I know this is kind of a long shot due to the lack of information I have, because I only read a little excerpt of it, a while ago, but I would appreciate any help I can get.


This might be a scene from the Shakespeare play King John, in which the eponymous king commands his henchman Hubert to kill his nephew Arthur. There are two passages which might be what you're thinking of, although neither exactly fits since the king isn't completely vague about the topic. (I found these by searching the full text for "my lord".)

  1. HUBERT: So well, that what you bid me undertake,
    Though that my death were adjunct to my act,
    By heaven, I would do it.

    KING JOHN: Do not I know thou wouldst?
    Good Hubert, Hubert, Hubert, throw thine eye
    On yon young boy: I'll tell thee what, my friend,
    He is a very serpent in my way;
    And whereso'er this foot of mine doth tread,
    He lies before me: dost thou understand me?
    Thou art his keeper.

    HUBERT: And I'll keep him so,
    That he shall not offend your majesty.

    KING JOHN: Death.

    HUBERT: My lord?

    KING JOHN: A grave.

    HUBERT: He shall not live.

    KING JOHN: Enough.
    I could be merry now. Hubert, I love thee;
    Well, I'll not say what I intend for thee:
    Remember. Madam, fare you well:
    I'll send those powers o'er to your majesty.

  2. HUBERT: My lord, they say five moons were seen to-night;
    Four fixed, and the fifth did whirl about
    The other four in wondrous motion.

    KING JOHN: Five moons!

    HUBERT: Old men and beldams in the streets
    Do prophesy upon it dangerously:
    Young Arthur's death is common in their mouths:
    And when they talk of him, they shake their heads
    And whisper one another in the ear;
    And he that speaks doth gripe the hearer's wrist,
    Whilst he that hears makes fearful action,
    With wrinkled brows, with nods, with rolling eyes.
    I saw a smith stand with his hammer, thus,
    The whilst his iron did on the anvil cool,
    With open mouth swallowing a tailor's news;
    Who, with his shears and measure in his hand,
    Standing on slippers, which his nimble haste
    Had falsely thrust upon contrary feet,
    Told of a many thousand warlike French
    That were embattailed and rank'd in Kent:
    Another lean unwash'd artificer
    Cuts off his tale and talks of Arthur's death.

    KING JOHN: Why seek'st thou to possess me with these fears?
    Why urgest thou so oft young Arthur's death?
    Thy hand hath murder'd him: I had a mighty cause
    To wish him dead, but thou hadst none to kill him.

    HUBERT: No had, my lord! why, did you not provoke me?

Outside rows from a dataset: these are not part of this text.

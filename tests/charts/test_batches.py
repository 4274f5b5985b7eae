"""How a stream is cut into batches, and what other rows do in it, changes no verdict."""

import numpy as np
import pytest
from hypothesis import given, settings
from hypothesis import strategies as st

from charts.feeding import MINUTE, comparable, every_way, in_cuts, joined, judged, readings_of
from quietmill.charts.bank import NOTICES_AT_ONCE, Bank
from quietmill.model import COUNTS, NELSON, RECENT_POINTS, Cusum, Detector, Ewma, Notice, Outcome, Rule

EVERYTHING = Detector(
    0.0,
    1.0,
    rules={rule: COUNTS[rule][0] if rule in COUNTS else 0 for rule in NELSON},
    ewma=Ewma(0.1, 2.814),
    cusum=Cusum(0.5, 5),
    spread_signals=True,
    quiet_points=3,
)
DETECTORS = [
    EVERYTHING,
    Detector(0.0, 1.0, rules={Rule.BEYOND_LIMITS: 2}, points_kept=1, quiet_points=1),
    Detector(0.0, 1.0, cusum=Cusum(0.25, 3, 1.5, ceiling=2), points_kept=2, timed=False),
    Detector(0.0, 1.0, rules={Rule.SAME_SIDE: 4}, points_kept=1000, side="low", gap=3 * MINUTE),
    Detector(0.0, 1.0, cusum=Cusum(0.125, 4), points_kept=24, sequenced=True, sequence_size=256, side="high"),
]


def stream(count: int, seed: int) -> np.ndarray:
    """Return readings of all detectors with shifts, gaps, repetitions, late ones and a clock that is set back."""
    draw = np.random.default_rng(seed)
    values = draw.normal(size=count) + np.where(np.arange(count) % 90 > 60, 1.2, 0.0)
    readings = readings_of(values)
    readings["row"] = draw.integers(0, len(DETECTORS), count)
    readings["arrival"] = 10 * readings["time"]
    steady = (np.arange(count) >= count // 2) & (np.arange(count) < count - count // 5)
    readings["time"] += np.where(steady, 0, MINUTE * draw.choice([0, 0, 0, 0, 0, 12, -12], count))
    readings["time"][count // 2 :] -= count * MINUTE
    readings["sequence"] = (np.arange(count) + draw.choice([0, 0, 0, -20], count)) % 256
    for place in np.flatnonzero(~steady & (draw.random(count) < 0.1))[1:]:  # in another message what came just before
        for name in ("row", "time", "value", "sequence", "fingerprint"):
            readings[name][place] = readings[name][place - 1]
    return readings


def test_the_stream_has_something_of_everything() -> None:
    readings = stream(2000, 1)
    verdicts = Bank(DETECTORS).judge(readings)
    assert set(verdicts.outcomes.tolist()) == {Outcome.ACCEPTED, Outcome.LATE, Outcome.REPEATED}
    assert set(verdicts.notices["kind"].tolist()) == {Notice.RAISED, Notice.JOINED, Notice.RETURNED}
    assert len(verdicts.set_back) >= 2
    assert set(verdicts.points["row"].tolist()) == set(range(len(DETECTORS)))


@settings(max_examples=30)
@given(st.integers(0, 10**6), st.integers(2, 400))
def test_every_cut_and_interleaving_gives_the_same_verdicts(seed: int, count: int) -> None:
    first, *others = every_way(DETECTORS, stream(count, seed), seed)
    for other in others:
        assert other == first


def test_indices_point_into_the_batch() -> None:
    readings = stream(2000, 2)
    verdicts = Bank(DETECTORS).judge(readings)
    told = verdicts.points[verdicts.notices["point"]]
    assert verdicts.points["reading"].tolist() == np.flatnonzero(verdicts.outcomes == Outcome.ACCEPTED).tolist()
    assert verdicts.points["value"].tolist() == readings["value"][verdicts.points["reading"]].tolist()
    assert told["row"].tolist() == verdicts.notices["row"].tolist()
    assert joined([verdicts]).points.tobytes() == verdicts.points.tobytes()
    assert in_cuts(DETECTORS, readings, [7, 900]).notices.tobytes() == verdicts.notices.tobytes()


def test_a_row_alone_is_judged_as_among_others() -> None:
    readings = stream(2000, 5)
    together = {row: rest for row, *rest in comparable(readings, in_cuts(DETECTORS, readings, []))}
    for row, detector in enumerate(DETECTORS):
        own = readings[readings["row"] == row].copy()
        own["row"] = 0
        verdicts = Bank([detector]).judge(own)
        own["row"] = verdicts.points["row"] = verdicts.notices["row"] = row
        assert [rest for _, *rest in comparable(own, verdicts)] == [together[row]]


def test_verdicts_stay_as_they_were_given() -> None:
    bank = Bank(DETECTORS)
    batches = [stream(300, seed) for seed in range(8)]
    given = [bank.judge(batch) for batch in batches]
    before = [comparable(*pair) for pair in zip(batches, given, strict=True)]
    bank.judge(stream(3000, 9))
    assert [comparable(*pair) for pair in zip(batches, given, strict=True)] == before


def test_readings_are_not_touched() -> None:
    readings = stream(500, 7)
    before = readings.tobytes()
    in_cuts(DETECTORS, readings, [100])
    assert readings.tobytes() == before


def test_more_notices_than_the_walk_holds_at_once_lose_nothing() -> None:
    readings = readings_of(np.tile([5.0, 0.0], 3 * NOTICES_AT_ONCE))
    detector = Detector(0.0, 1.0, rules={Rule.BEYOND_LIMITS: 3}, quiet_points=1)
    verdicts = Bank([detector]).judge(readings)
    assert verdicts.notices["kind"].tolist() == [Notice.RAISED, Notice.RETURNED] * (3 * NOTICES_AT_ONCE)
    assert verdicts.points["number"][verdicts.notices["point"]].tolist() == list(range(1, len(readings) + 1))
    singly = in_cuts([detector], readings, range(1, len(readings)))
    assert comparable(readings, verdicts) == comparable(readings, singly)


@pytest.mark.parametrize("kept", [1, 2, 24, 64, 1000])
def test_an_event_shows_the_last_points_as_far_as_they_are_kept(kept: int) -> None:
    values = [*np.linspace(-0.5, 0.5, 99), 9.0]
    verdicts = judged(Detector(0.0, 1.0, rules={Rule.BEYOND_LIMITS: 3}, points_kept=kept), values)
    notice, shown = verdicts.notices[0], verdicts.recent[0]
    count = min(kept, RECENT_POINTS)
    assert int(notice["recent"]) == count
    assert shown["number"][:count].tolist() == list(range(101 - count, 101))
    assert shown["value"][:count].tolist() == values[-count:]


def test_an_empty_batch_says_nothing() -> None:
    verdicts = Bank(DETECTORS).judge(readings_of([]))
    assert [len(part) for part in verdicts] == [0, 0, 0, 0, 0]


def test_a_bank_takes_no_memory_as_it_judges() -> None:
    bank = Bank(DETECTORS)
    sizes = [array.nbytes for array in (bank.rows, bank.state, bank.pool)]
    for seed in range(20):
        bank.judge(stream(2000, seed))
    assert [array.nbytes for array in (bank.rows, bank.state, bank.pool)] == sizes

    KING JOHN: It is the curse of kings to be attended
    By slaves that take their humours for a warrant
    To break within the bloody house of life,
    And on the winking of authority
    To understand a law, to know the meaning
    Of dangerous majesty, when perchance it frowns
    More upon humour than advised respect.

    HUBERT: Here is your hand and seal for what I did.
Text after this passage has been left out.